# Anderson Silva broke the rules???



## Odin (Feb 6, 2007)

Having watched the Anderson Silva fight again i was wondering what everyone thought about the elbows Silva delivered to win his recent fight against Travis...the rules state that you can not deliver downard elbows yet them elbows that were used to tap out Travis looked very much like downward ones to me....even Randy couldnt explain the rule, apparently the elbows were at an angle so couldnt be classed as downward so were classed as acceptable yet they still followed a downward motion, so what is the rules on elbows...does the ref have to pull out a protractor in the middle of the fight to work out what angle the elbows coming from???

bit of a grey area i'm thinking.


----------



## zDom (Feb 6, 2007)

Pretty sure the choke was working anyway.
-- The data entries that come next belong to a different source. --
def statsmodels_intervals(tables, compare: str) -> tuple[float, np.ndarray, int]:
    """Seconds per interval of statsmodels' score interval, its limits (NaN where it raised), failures."""
    from statsmodels.stats.proportion import confint_proportions_2indep

    x1, n1, x2, n2 = (a.tolist() for a in tables)
    out = np.full((len(x1), 2), np.nan)
    failed = 0
    with warnings.catch_warnings():
        warnings.simplefilter("ignore")
        start = time.perf_counter()
        for i, (a, b, c, d) in enumerate(zip(x1, n1, x2, n2, strict=True)):
            try:
                out[i] = confint_proportions_2indep(a, b, c, d, method="score", compare=compare, correction=True)
            except (ValueError, RuntimeError, ZeroDivisionError):
                failed += 1  # statsmodels' bracket misses on some tables; the time spent still counts
        elapsed = time.perf_counter() - start
    return elapsed / len(x1), out, failed


def best_of(func, repeat: int) -> float:
    best = math.inf
    for _ in range(repeat):
        start = time.perf_counter()
        func()
        best = min(best, time.perf_counter() - start)
    return best


def run_mn(args) -> None:
    from proportio.stats import score
    from proportio.stats._common import z_two_sided

    size = 2_000 if args.quick else 10_000
    sample = 50 if args.quick else 300
    section(f"Miettinen-Nurminen score intervals (95%): vectorised over {size:,} random tables against "
            f"statsmodels confint_proportions_2indep(method='score') per interval (timed on {sample}, scaled)")
    tables = random_tables(size, seed=11)
    z = np.full(size, z_two_sided(0.95))
    for effect, compare in (("difference", "diff"), ("ratio", "ratio")):
        ours = best_of(lambda effect=effect: score.score_interval(*tables, z, z, effect, True), 1 if args.quick else 3)
        lower, upper = score.score_interval(*tables, z, z, effect, True)
        sm_per, ref, failed = statsmodels_intervals(tuple(a[:sample] for a in tables), compare)
        ok = ~np.isnan(ref[:, 0])
        got = np.stack([lower[:sample], upper[:sample]], axis=1)[ok]
        worst = float(np.max(np.abs(got - ref[ok]))) if ok.any() else math.nan
        note = f"largest |ours - statsmodels| {worst:.1e} over {int(ok.sum())} intervals"
        if effect == "difference":
            # tests/reference/test_score.py: statsmodels 0.15's cubic for the restricted MLE of the difference
            # has a wrong coefficient, so its limits are slightly off wherever the control has failures.
            note += " (statsmodels' difference MLE is off: tests/reference/test_score.py)"
        if failed:
            note += f"; statsmodels raised on {failed}"
        # DESIGN.md's bar names confint_proportions_2indep(method="score"), whose default compares differences.
        row(f"{effect}: per interval, {size:,} at once", us(ours / size), us(sm_per), sm_per * size / ours,
            100.0 if effect == "difference" else None, note)
        if effect == "difference":
            one = tuple(a[:1] for a in tables)
            single = best_of(lambda one=one: score.score_interval(*one, z[:1], z[:1], "difference", True),
                             20 if args.quick else 200)
            row("difference: one interval alone (a request's size)", us(single), us(sm_per), sm_per / single,
                note="the same limits to the last bit as in the vectorised call")


# ------------------------------------------------------------------------------------------------
# Exact tests


def run_exact(args) -> None:
    from scipy import stats

    from proportio.stats import exact

    cases = [c for c in bench_exact.CASES if c[0] <= (300 if args.quick else 1_000)]
    section("Boschloo's exact test, two-sided, against scipy.stats.boschloo_exact (default grid; "
            "scipy run once per table, ours best of 3)")
    for n, tables, target, _ in cases:
        x_t, x_c = tables[0]
        ours, res = bench_exact.best_time(exact.boschloo_exact, (x_t, n, x_c, n), 3)
        ref_t, ref = bench_exact.best_time(stats.boschloo_exact, ([[x_t, x_c], [n - x_t, n - x_c]],), 1)
        row(f"{n:,} per group ({x_t}/{n} v {x_c}/{n})", us(ours), us(ref_t), ref_t / ours, target,
            f"p ours {res.pvalue:.10f}, scipy {ref.pvalue:.10f} (difference {res.pvalue - ref.pvalue:.1e})")


# ------------------------------------------------------------------------------------------------
# Start-up
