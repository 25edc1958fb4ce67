/**
 * The emitter's instructions, run by the engine (V8 follows the WebAssembly Core Specification):
 * each SIMD op against the IEEE arithmetic of plain JS on the same numbers, the control flow
 * against a JS loop. A wrong opcode byte makes validation fail or the numbers differ.
 */
import { describe, expect, it } from 'vitest';
import { encodeModule, FunctionBuilder, ValType } from '../../../src/core/wasm/emitter.ts';

const { i32, f64 } = ValType;

function instantiate(functions: { name: string; fn: FunctionBuilder }[]) {
  const memory = new WebAssembly.Memory({ initial: 1 });
  const bytes = encodeModule({ memory: { module: 'env', name: 'memory', minPages: 1 }, functions });
  expect(WebAssembly.validate(bytes)).toBe(true);
  const inst = new WebAssembly.Instance(new WebAssembly.Module(bytes), { env: { memory } });
  return { memory, exports: inst.exports as Record<string, (...a: number[]) => number> };
}

describe('emitter', () => {
  it('f64x2 load / store / add / sub / mul / splat / load64_splat match JS arithmetic lane by lane', () => {
    const f = new FunctionBuilder([]);
    const x = f.local(ValType.v128);
    const y = f.local(ValType.v128);
    f.i32Const(0).v128Load(0).set(x);
    f.i32Const(0).v128Load(16).set(y);
    f.i32Const(32).get(x).get(y).f64x2Add().v128Store(0);
    f.i32Const(48).get(x).get(y).f64x2Sub().v128Store(0);
    f.i32Const(64).get(x).get(y).f64x2Mul().v128Store(0);
    f.i32Const(80).i32Const(8).v128Load64Splat(0).v128Store(0);
    f.i32Const(96).f64Const(-0.1).f64x2Splat().v128Store(0);
    const { memory, exports } = instantiate([{ name: 'run', fn: f }]);
    const m = new Float64Array(memory.buffer);
    const [a0, a1, b0, b1] = [Math.PI, -1e-300, Math.E, 3e7 / 7];
    m.set([a0, a1, b0, b1]);
    exports.run!();
    expect(Array.from(m.subarray(4, 14))).toEqual([a0 + b0, a1 + b1, a0 - b0, a1 - b1, a0 * b0, a1 * b1, a1, a1, -0.1, -0.1]);
  });

  it('block / loop / br_if, locals, f64 load and add: sum of n doubles equals a JS loop', () => {
    const f = new FunctionBuilder([i32, i32], [f64]); // (address, n) → Σ
    const s = f.local(f64);
    const end = f.local(i32);
    f.get(0).get(1).i32Const(3).i32Shl().i32Add().set(end);
    f.block((f) => {
      f.get(1).i32Eqz().brIf(0);
      f.loop((f) => {
        f.get(s).get(0).f64Load(0).f64Add().set(s);
        f.addTo(0, 8);
        f.get(0).get(end).i32LtU().brIf(0);
      });
    });
    f.get(s);
    const { memory, exports } = instantiate([{ name: 'sum', fn: f }]);
    const m = new Float64Array(memory.buffer);
    const v = Array.from({ length: 37 }, (_, i) => Math.sin(i) * 10 ** (i % 5));
    m.set(v, 2);
    let js = 0;
    for (const t of v) js += t;
    expect(exports.sum!(16, 37)).toBe(js);
    expect(exports.sum!(16, 0)).toBe(0);
  });

  it('refuses to encode an unclosed block', () => {
    const f = new FunctionBuilder([]);
    expect(() => f.block(() => f.encode())).toThrow(/unclosed/);
  });
});
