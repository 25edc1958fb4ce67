/**
 * The WebAssembly text kernels give byte for byte the modules of the run-time emitter they replace.
 */
import { describe, expect, it } from 'vitest';
import { fftModuleBytes } from '../../../src/core/wasm/fftModule.ts';
import { gemmModuleBytes } from '../../../src/core/wasm/gemmModule.ts';
import { FFT_WASM, GEMM_WASM, SIMD_PROBE_WASM, VARIANCE_WASM } from '../../../src/core/wasm/modules.ts';
import { simdProbeBytes } from '../../../src/core/wasm/runtime.ts';
import { varianceModuleBytes } from '../../../src/core/wasm/varianceModule.ts';

describe('.wat kernels vs the emitter', () => {
  it.each([
    ['probe', SIMD_PROBE_WASM, simdProbeBytes],
    ['variance', VARIANCE_WASM, varianceModuleBytes],
    ['gemm', GEMM_WASM, gemmModuleBytes],
    ['fft', FFT_WASM, fftModuleBytes],
  ] as const)('%s: identical bytes', (_, wat, emitted) => {
    expect(Array.from(wat)).toEqual(Array.from(emitted()));
  });
});
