/**
 * The emitter's byte encodings against published values, and against the engine's own decoder.
 */
import { describe, expect, it } from 'vitest';
import { float64Bytes, nameBytes, signedLeb128, unsignedLeb128 } from '../../../src/core/wasm/encoding.ts';
import { encodeModule, FunctionBuilder, ValType } from '../../../src/core/wasm/emitter.ts';

const hex = (bytes: number[]) => bytes.map((b) => b.toString(16).padStart(2, '0')).join(' ');

describe('LEB128', () => {
  // DWARF Debugging Information Format, version 4 (2010), §7.6, Figure 22 "Examples of unsigned
  // LEB128 encodings" (values from memory of the table).
  it.each([
    [2, '02'],
    [127, '7f'],
    [128, '80 01'],
    [129, '81 01'],
    [130, '82 01'],
    [12857, 'b9 64'],
  ])('unsigned %d → %s (DWARF 4, Figure 22)', (v, bytes) => expect(hex(unsignedLeb128(v))).toBe(bytes));

  // Same standard, Figure 23 "Examples of signed LEB128 encodings" (from memory).
  it.each([
    [2, '02'],
    [-2, '7e'],
    [127, 'ff 00'],
    [-127, '81 7f'],
    [128, '80 01'],
    [-128, '80 7f'],
    [129, '81 01'],
    [-129, 'ff 7e'],
  ])('signed %d → %s (DWARF 4, Figure 23)', (v, bytes) => expect(hex(signedLeb128(v))).toBe(bytes));

  // The worked examples of the Wikipedia article "LEB128" (from memory): 624485 and −123456.
  it('unsigned 624485 → e5 8e 26 and signed −123456 → c0 bb 78 (Wikipedia, LEB128)', () => {
    expect(hex(unsignedLeb128(624485))).toBe('e5 8e 26');
    expect(hex(signedLeb128(-123456))).toBe('c0 bb 78');
  });

  // The ends of the u32 / s32 ranges, derived by hand from the definition (5 groups of 7 bits):
  // 2³²−1 = four groups of 1111111 then 1111; −2³¹ = four zero groups then 1111000 (sign bit set).
  it('range ends: 2^32−1 → ff ff ff ff 0f, −2^31 → 80 80 80 80 78, 2^31−1 → ff ff ff ff 07', () => {
    expect(hex(unsignedLeb128(0xffffffff))).toBe('ff ff ff ff 0f');
    expect(hex(signedLeb128(-0x80000000))).toBe('80 80 80 80 78');
    expect(hex(signedLeb128(0x7fffffff))).toBe('ff ff ff ff 07');
    expect(hex(unsignedLeb128(0))).toBe('00');
    expect(hex(signedLeb128(0))).toBe('00');
    expect(hex(signedLeb128(-1))).toBe('7f');
    expect(hex(signedLeb128(63))).toBe('3f');
    expect(hex(signedLeb128(64))).toBe('c0 00'); // 64 has bit 6 set: needs a second byte for the sign
    expect(hex(signedLeb128(-64))).toBe('40');
    expect(hex(signedLeb128(-65))).toBe('bf 7f');
  });

  it('rejects values outside the 32-bit ranges and non-integers, naming the value', () => {
    expect(() => unsignedLeb128(-1)).toThrow(/got -1/);
    expect(() => unsignedLeb128(2 ** 32)).toThrow(/got 4294967296/);
    expect(() => signedLeb128(2 ** 31)).toThrow(/got 2147483648/);
    expect(() => signedLeb128(1.5)).toThrow(/got 1.5/);
  });

  // The engine's decoder as the outside reader: i32.const v returned by a function must be v.
  it('V8 decodes our i32.const immediates back to the same values', () => {
    const values = [0, 1, -1, 63, 64, -64, -65, 127, 128, -128, 8191, 8192, -8193, 2 ** 20 + 7, -(2 ** 27), 2 ** 31 - 1, -(2 ** 31)];
    const functions = values.map((v, i) => {
      const f = new FunctionBuilder([], [ValType.i32]);
      f.i32Const(v);
      return { name: `c${i}`, fn: f };
    });
    const inst = new WebAssembly.Instance(new WebAssembly.Module(encodeModule({ functions })));
    values.forEach((v, i) => expect((inst.exports[`c${i}`] as () => number)()).toBe(v));
  });
});

describe('other encodings', () => {
  it('f64 is IEEE-754 binary64 little-endian: 1.0 = 3ff0000000000000 (IEEE 754-2008, §3.4)', () => {
    expect(hex(float64Bytes(1))).toBe('00 00 00 00 00 00 f0 3f');
    expect(hex(float64Bytes(-2))).toBe('00 00 00 00 00 00 00 c0');
  });
  it('names are length-prefixed UTF-8', () => {
    expect(hex(nameBytes('env'))).toBe('03 65 6e 76');
    expect(hex(nameBytes('é'))).toBe('02 c3 a9');
  });
  it('a module starts with the magic \\0asm and version 1 (WebAssembly Core Specification, §5.5.16)', () => {
    const bytes = encodeModule({ functions: [] });
    expect(hex(Array.from(bytes.subarray(0, 8)))).toBe('00 61 73 6d 01 00 00 00');
    expect(WebAssembly.validate(bytes)).toBe(true);
  });
});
The elbows just made him tap out a bit sooner.


----------



## matt.m (Feb 6, 2007)

I think it is an angular issue.  Consider the difference.  You cannot kick to the face, however you can kick to the head.

The face is the front, the head being the area protected by padding.


----------



## Odin (Feb 6, 2007)

zDom said:


> Pretty sure the choke was working anyway. The elbows just made him tap out a bit sooner.


 
see i dont know about that! lutter is better on the ground also he had that triangle on for a long time with no avail, im pretty sure them skinny legs of his would be on the way out......im not saying by any means that lutter would have won though...it was just a matter of time, but i do think that the UFC needs to clear up some of the rules issues.


----------



## Odin (Feb 6, 2007)

matt.m said:


> I think it is an angular issue. Consider the difference. You cannot kick to the face, however you can kick to the head.
> 
> The face is the front, the head being the area protected by padding.


 
I yeah what your saying, the face is more fleshy then the head so theres more of a difference there i know what your saying to say though.

but again the direction of the elbow is downwards and the strikes land on the top of lutters head.....to me thats a bit dodgy...dman if i knew you were allowed to throw downwards elbows from a triangle i would have done it before!!!!


----------



## DavidCC (Feb 6, 2007)

maybe they should define the rule so that it describes teh angel relative to the HEAD not relative to the floor... so that "downward" then becomes "perpendicular to the top of the head".


----------



## Gufbal1982 (Feb 6, 2007)

the cuts on Lutter's head are near the temple...


----------



## Raiderbeast (Feb 6, 2007)

The slow motion shows the elbows coming down at an angle hitting Lutter on the side near his temple.  The refs are good at seeing what's going on, he would have said something to Silva.


----------



## FearlessFreep (Feb 6, 2007)

Chalk it up to Ref's discretion or interpretation of what he saw at the moment and move on...


----------



## Andrew Green (Feb 6, 2007)

It's a funny rule that has come up before, and as odd I believe the elbows where not at all downward, they where pretty much parallel to the floor, not perpendicular.  Downward meaning toward the floor.

I believe that is what Randy was trying to get at, and no, it doesn't make sense.


----------



## crushing (Feb 7, 2007)

Andrew Green said:


> It's a funny rule that has come up before, and as odd I believe the elbows where not at all downward, they where pretty much parallel to the floor, not perpendicular. Downward meaning toward the floor.
> 
> I believe that is what Randy was trying to get at, and no, it doesn't make sense.


 
I haven't seen this fight to comment on those specific blows, but my intrepretation of downward would be relative to the body of the person throwing the strike, not to the floor.  If that motion is so nasty to require a rule while in the upright position, how is it any less nasty while in a side-mount to the side of the head, or full mount to the clavicle?

WWOBD?


----------



## Andrew Green (Feb 7, 2007)

Who knows, it is one of there odder rules.  COuld even be appearance based for all I know, don't want to get someone pinned, head to the floor, and start dropping the point of the eblow on there face, giant oversized ice block breaking style.  Might look a little nasty for tv.


----------